Polkadot JAM Slides - Token2049 - By Dr. Gavin Wood
Polkadot JAM Slides - Token2049 - By Dr. Gavin WoodPolkadot JAM Slides - Token2049 - By Dr. Gavin Wood
Polkadot JAM Slides - Token2049 - By Dr. Gavin Wood
 
Artificial Intelligence Chap.5 : Uncertainty
Artificial Intelligence Chap.5 : UncertaintyArtificial Intelligence Chap.5 : Uncertainty
Artificial Intelligence Chap.5 : Uncertainty
 
"I see eyes in my soup": How Delivery Hero implemented the safety system for ...
"I see eyes in my soup": How Delivery Hero implemented the safety system for ..."I see eyes in my soup": How Delivery Hero implemented the safety system for ...
"I see eyes in my soup": How Delivery Hero implemented the safety system for ...
 
Exploring the Future Potential of AI-Enabled Smartphone Processors
Exploring the Future Potential of AI-Enabled Smartphone ProcessorsExploring the Future Potential of AI-Enabled Smartphone Processors
Exploring the Future Potential of AI-Enabled Smartphone Processors
 
Apidays New York 2024 - The Good, the Bad and the Governed by David O'Neill, ...
Apidays New York 2024 - The Good, the Bad and the Governed by David O'Neill, ...Apidays New York 2024 - The Good, the Bad and the Governed by David O'Neill, ...
Apidays New York 2024 - The Good, the Bad and the Governed by David O'Neill, ...
 
presentation ICT roal in 21st century education
presentation ICT roal in 21st century educationpresentation ICT roal in 21st century education
presentation ICT roal in 21st century education
 
DBX First Quarter 2024 Investor Presentation
DBX First Quarter 2024 Investor PresentationDBX First Quarter 2024 Investor Presentation
DBX First Quarter 2024 Investor Presentation
 
MS Copilot expands with MS Graph connectors
MS Copilot expands with MS Graph connectorsMS Copilot expands with MS Graph connectors
MS Copilot expands with MS Graph connectors
 
Mastering MySQL Database Architecture: Deep Dive into MySQL Shell and MySQL R...
Mastering MySQL Database Architecture: Deep Dive into MySQL Shell and MySQL R...Mastering MySQL Database Architecture: Deep Dive into MySQL Shell and MySQL R...

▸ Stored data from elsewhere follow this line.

/**
 * The current season's visits, one per window of each template (windowVisitDates, as contract
 * activation makes them) with the same generation keys; each customer's visits with one
 * technician by hash (the book before planning), past ones done.
 */
async function currentSeasonVisits(c: pg.Client, companyId: string, seasonStart: string, today: string, technicianIds: string[], log: (m: string) => void) {
  const { rows: [company] } = await c.query(`select working_days from companies where id = $1`, [companyId])
  const closed = new Set((await c.query(`select day::text as day from closed_days where company_id = $1`, [companyId])).rows.map(r => r.day as string))
  const { rows: templates } = await c.query(`select id, plan_id as "planId", position, visit_type as "visitType", rrule, season_from as "seasonFrom", season_to as "seasonTo", tolerance_days as "toleranceDays", duration_minutes as "durationMinutes"
    from plan_visit_templates t where plan_id in (select id from plans where company_id = $1)`, [companyId])
  const { rows: list } = await c.query(`select ct.id, ct.customer_id, ct.plan_id, ct.term_start::text as term_start, ct.term_end::text as term_end, s.id as site_id
    from contracts ct join sites s on s.customer_id = ct.customer_id where ct.company_id = $1 and ct.term_start = $2::date`, [companyId, seasonStart])
  const windows = new Map<string, ReturnType<typeof windowVisitDates>>()
  const templateOf = new Map(templates.map(t => [t.id as string, t]))
  const cols = { contract: [] as string[], customer: [] as string[], site: [] as string[], template: [] as string[], type: [] as string[], status: [] as string[], day: [] as string[], minutes: [] as number[], tech: [] as string[], key: [] as string[] }
  const flush = async () => {
    if (!cols.contract.length) return
    await c.query(`insert into visits (company_id, contract_id, customer_id, site_id, template_id, visit_type, status, scheduled_on, starts_at, duration_minutes, technician_id, generation_key, finished_at)
      select $1, x.contract, x.customer, x.site, x.template, x.type::visit_type, x.status::visit_status, x.day, (x.day + time '14:00') at time zone 'UTC', x.minutes, x.tech, x.key,
             case when x.status = 'done' then (x.day + time '15:00') at time zone 'UTC' end
      from unnest($2::uuid[], $3::uuid[], $4::uuid[], $5::uuid[], $6::text[], $7::text[], $8::date[], $9::int[], $10::uuid[], $11::text[]) x(contract, customer, site, template, type, status, day, minutes, tech, key)`,
    [companyId, cols.contract, cols.customer, cols.site, cols.template, cols.type, cols.status, cols.day, cols.minutes, cols.tech, cols.key])
    for (const k of Object.keys(cols) as Array<keyof typeof cols>) cols[k].length = 0
  }
  let n = 0
  for (const ct of list) {
    const wkey = `${ct.plan_id}|${ct.term_start}|${ct.term_end}`
    if (!windows.has(wkey)) windows.set(wkey, windowVisitDates(templates.filter(t => t.planId === ct.plan_id) as Parameters<typeof windowVisitDates>[0], { start: ct.term_start, end: ct.term_end }, { workingDays: company.working_days, closed }))
    const tech = technicianIds[Math.abs(hashOf(ct.customer_id)) % technicianIds.length]!
    for (const w of windows.get(wkey)!) {
      cols.contract.push(ct.id); cols.customer.push(ct.customer_id); cols.site.push(ct.site_id); cols.template.push(w.templateId)
      cols.type.push(templateOf.get(w.templateId)!.visitType); cols.status.push(w.date < today ? 'done' : 'scheduled'); cols.day.push(w.date)
      cols.minutes.push(templateOf.get(w.templateId)!.durationMinutes); cols.tech.push(tech); cols.key.push(`${w.key}:${ct.site_id}`)
      n++
      if (cols.contract.length >= 20_000) await flush()
    }
  }
  await flush()
  log(`visits (current season, from the plans' windows): ${n} rows`)
}

/**
 * The current season as a company using the product would have it: planned by the season planner
 * (bench/season.ts reads it as the planner's input) within each technician's capacity, in driving
 * order, with the planner's reason on each visit it could not place. Past visits are done.
 */
async function planCurrentSeason(c: pg.Client, companyId: string, today: string, log: (m: string) => void) {
  const { input } = await loadScaleSeason(c, companyId)
  const plan = planSeason(input)
  const { rows: [company] } = await c.query(`select time_zone, day_start_time::text as start from companies where id = $1`, [companyId])
  const ids = [...plan.placed.map(p => p.visitId), ...plan.unplaced.map(u => u.visitId)]
  const days = [...plan.placed.map(p => p.day), ...plan.unplaced.map(() => null)]
  const techs = [...plan.placed.map(p => p.technicianId), ...plan.unplaced.map(() => null)]
  const reasons = [...plan.placed.map(() => null), ...plan.unplaced.map(u => u.reason)]
  await c.query(`update visits v set scheduled_on = coalesce(x.day, v.scheduled_on),
      starts_at = (coalesce(x.day, v.scheduled_on) + $6::time) at time zone $7, technician_id = x.tech, unplaced_reason = x.reason,
      status = (case when x.day is not null and x.day < $8::date then 'done' else 'scheduled' end)::visit_status,
      finished_at = case when x.day is not null and x.day < $8::date then (x.day + $6::time + interval '1 hour') at time zone $7 end
    from unnest($2::uuid[], $3::date[], $4::uuid[], $5::text[]) x(id, day, tech, reason) where v.id = x.id and v.company_id = $1`,
  [companyId, ids, days, techs, reasons, company.start, company.time_zone, today])
  log(`current season planned: ${plan.stats.placed} placed, ${plan.stats.unplaced} unplaced, ${plan.stats.daysOverCapacity} technician-days over capacity`)
}

/** A small string hash (FNV-1a), for spreading customers over technicians the same way every run. */
function hashOf(text: string) {
  let h = 0x811C9DC5
  for (let i = 0; i < text.length; i++) h = Math.imul(h ^ text.charCodeAt(i), 16777619)
  return h | 0
}

main().catch((err) => {
  say(err.stack || err.message)
  process.exitCode = 1
})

Mastering MySQL Database Architecture: Deep Dive into MySQL Shell and MySQL R...
 
GenAI Risks & Security Meetup 01052024.pdf
GenAI Risks & Security Meetup 01052024.pdfGenAI Risks & Security Meetup 01052024.pdf
GenAI Risks & Security Meetup 01052024.pdf
 
TrustArc Webinar - Stay Ahead of US State Data Privacy Law Developments
TrustArc Webinar - Stay Ahead of US State Data Privacy Law DevelopmentsTrustArc Webinar - Stay Ahead of US State Data Privacy Law Developments
TrustArc Webinar - Stay Ahead of US State Data Privacy Law Developments
 
Web Form Automation for Bonterra Impact Management (fka Social Solutions Apri...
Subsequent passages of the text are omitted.